By Heather Rolph | Photo by Patil Khakhamian

Some morning early in the summer, after the coronavirus had changed all our lives, I stumbled downstairs to eat breakfast and found The Seattle Times spread out on the kitchen counter. I had required reading, my mother told me, opening the paper to the Opinion section and pointing out several articles.

One of these was by Timothy Egan, a well-known Northwest author, and as I read his article it finally put words to what I’d been thinking for weeks.

“During the lockdown of 2020, our nest has been a quarantined family of six … It’s been exhausting, kinetic, cramped and one of the few consistent joys in this awful time,” Egan wrote in the article, titled “My quarantine house holds three generations.

“Our newly crowded house, like that of so many others, came together very quickly … And then they left, a week or so ago, moving 1,000 miles away to a different time zone. We lost an intimacy that most of the world had known since people formed family units. Our house is still and aimless, three generations back to one, and we are left to wonder how so many of us can live like this,” the article concluded.

Home only for the weekend on a visit, with the family dog running through the yard and my mother sitting next to me at the kitchen counter, I understood exactly what Egan meant, and what — for some of us, in some small ways — the pandemic has allowed us to gain back.

Nothing in the past half-year has gone the way we thought it would. I thought the year would finish in a whirlwind of classes and block break trips, part-time jobs and packing up. I thought I would have time to say goodbye to friends who have now graduated. I thought I would see friends again this year who have now abruptly transferred. I thought I would be able to make concrete plans to see everyone who matters to me again.

But of course, it didn’t work out that way. Instead I spent the spring adjusting to living in my parent’s house again, learning German online, walking in the woods with high school friends, and obsessing over growing squash.

I am not good with change and it is not what I expected, but even so this has in many ways been much better than the summer I lost. I was home for my brother’s 18th birthday, and I can be home for my mother’s 50something. I live in a cabin in rural eastern Washington, a reasonable drive from home, and collect carnivore scat in the mountains. I will be around to harvest my squash, and dry slices of apples and plums and pears, and watch the maple leaves fall during my first Northwest autumn since I left for college.

In some strange ways, this pandemic has cured years of buried homesickness. In some strange ways, it has finally made me ready to grow up.

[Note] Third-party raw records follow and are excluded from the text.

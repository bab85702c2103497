/**
 * The layers of ARCHITECTURE.md, checked on the source: app/ translates and never queries the
 * database itself; code that runs in the browser never reaches the database schema or a
 * server-only module; the vocabularies stand alone so both sides can import them.
 */
import { existsSync, readdirSync, readFileSync, statSync } from "node:fs";
import { dirname, join, relative, resolve } from "node:path";
import { describe, expect, test } from "vitest";

const root = resolve(__dirname, "../..");

function walk(dir: string, out: string[] = []): string[] {
  for (const name of readdirSync(dir)) {
    const p = join(dir, name);
    if (statSync(p).isDirectory()) walk(p, out);
    else if (/\.(ts|tsx)$/.test(name)) out.push(p);
  }
  return out;
}

const IMPORT = /(?:^|\n)\s*(?:import|export)\s+(?:type\s+)?(?:[^"';]*?\s+from\s+)?["']([^"']+)["']/g;

function importsOf(file: string, opts: { values?: boolean } = {}): string[] {
  const text = readFileSync(file, "utf8");
  return [...text.matchAll(IMPORT)].filter((m) => !opts.values || !/^\s*(import|export)\s+type\s/.test(m[0]!)).map((m) => m[1]!);
}

/** The file an import names, for the project's own modules ("@/…" or relative); null for packages. */
function resolveImport(from: string, spec: string): string | null {
  let base: string;
  if (spec.startsWith("@/")) base = join(root, spec.slice(2));
  else if (spec.startsWith(".")) base = resolve(dirname(from), spec);
  else return null;
  for (const candidate of [base, `${base}.ts`, `${base}.tsx`, join(base, "index.ts"), join(base, "index.tsx")]) {
    if (existsSync(candidate) && statSync(candidate).isFile()) return candidate;
  }
  return null;
}

const rel = (p: string) => relative(root, p);
const appFiles = walk(join(root, "app"));

describe("app/ only translates", () => {
  test.each(appFiles.map(rel))("%s imports neither drizzle-orm nor a schema table", (file) => {
    const bad = importsOf(join(root, file)).filter((s) => s === "drizzle-orm" || s.startsWith("drizzle-orm/") || s === "@/db/schema" || s.startsWith("@/db/schema/") || /(^|\/)db\/schema(\/|$)/.test(s));
    expect(bad).toEqual([]);
  });

  test("the check itself catches a file that queries the database", () => {
    const sample = 'import { eq } from "drizzle-orm";\nimport { items } from "@/db/schema";\n';
    const found = [...sample.matchAll(IMPORT)].map((m) => m[1]);
    expect(found).toEqual(["drizzle-orm", "@/db/schema"]);
  });
});

describe("browser code never reaches the database", () => {
  const clientFiles = [...appFiles, ...walk(join(root, "components"))].filter((f) => /^\s*["']use client["']/.test(readFileSync(f, "utf8")));

  /** Every project file a client file pulls in, with the chain that reached it. */
  function reach(start: string): Map<string, string[]> {
    const seen = new Map<string, string[]>([[start, [rel(start)]]]);
    const queue = [start];
    while (queue.length) {
      const file = queue.shift()!;
      // Type-only imports are erased before the browser sees the code.
      for (const spec of importsOf(file, { values: true })) {
        // A server action is called from the client across the network, not bundled into it.
        const target = resolveImport(file, spec);
        if (!target || seen.has(target)) continue;
        if (/^\s*["']use server["']/.test(readFileSync(target, "utf8"))) continue;
        seen.set(target, [...seen.get(file)!, rel(target)]);
        queue.push(target);
      }
    }
    return seen;
  }

  test("there are client components to check", () => {
    expect(clientFiles.length).toBeGreaterThan(10);
  });

  test.each(clientFiles.map(rel))("%s reaches no server-only module and no database code", (file) => {
    const problems: string[] = [];
    for (const [target, chain] of reach(join(root, file))) {
      const text = readFileSync(target, "utf8");
      if (rel(target).startsWith("db/")) problems.push(chain.join(" → "));
      else if (/^import\s+["']server-only["']/m.test(text)) problems.push(`${chain.join(" → ")} (server-only)`);
    }
    expect(problems).toEqual([]);
  });
});

describe("vocabularies stand alone", () => {
  const vocab = walk(join(root, "lib/vocabulary"));
  test.each(vocab.map(rel))("%s imports only other vocabularies", (file) => {
    const outside = importsOf(join(root, file)).filter((s) => !s.startsWith("./") && !s.startsWith("@/lib/vocabulary/"));
    expect(outside).toEqual([]);
  });
});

Of course, I’ve had it ridiculously easy. There are too many people right now who have lost loved ones, lost jobs, lost hope for the future. There are too many parents without childcare, families without money, vulnerable individuals without any ability to live a normal life until this pandemic is over. There are too many people who don’t know when they’ll be able to see their family again.

But for a surprising number of people I’ve talked with over the past months, this pandemic has some unexpected good parts. Like any crisis, it forces all of us to ask ourselves what really matters in our lives. And because of that, I know people who have found a dream job, moved closer to the people who matter to them, strengthened friendships even when everything is virtual. My father lost his daily commute and works from home for the foreseeable future, and for the first time in years he can be a fully present parent in my life.

We all want this pandemic to end. We are all constantly reminded that nothing will be normal again for possibly a very long time. And that is awful — but within the awfulness, let’s take the time to appreciate some of the good things that we still have, and the good things that have come from this. Let’s figure out what truly matters to us, and nurture it, and keep it once things do eventually return to normal.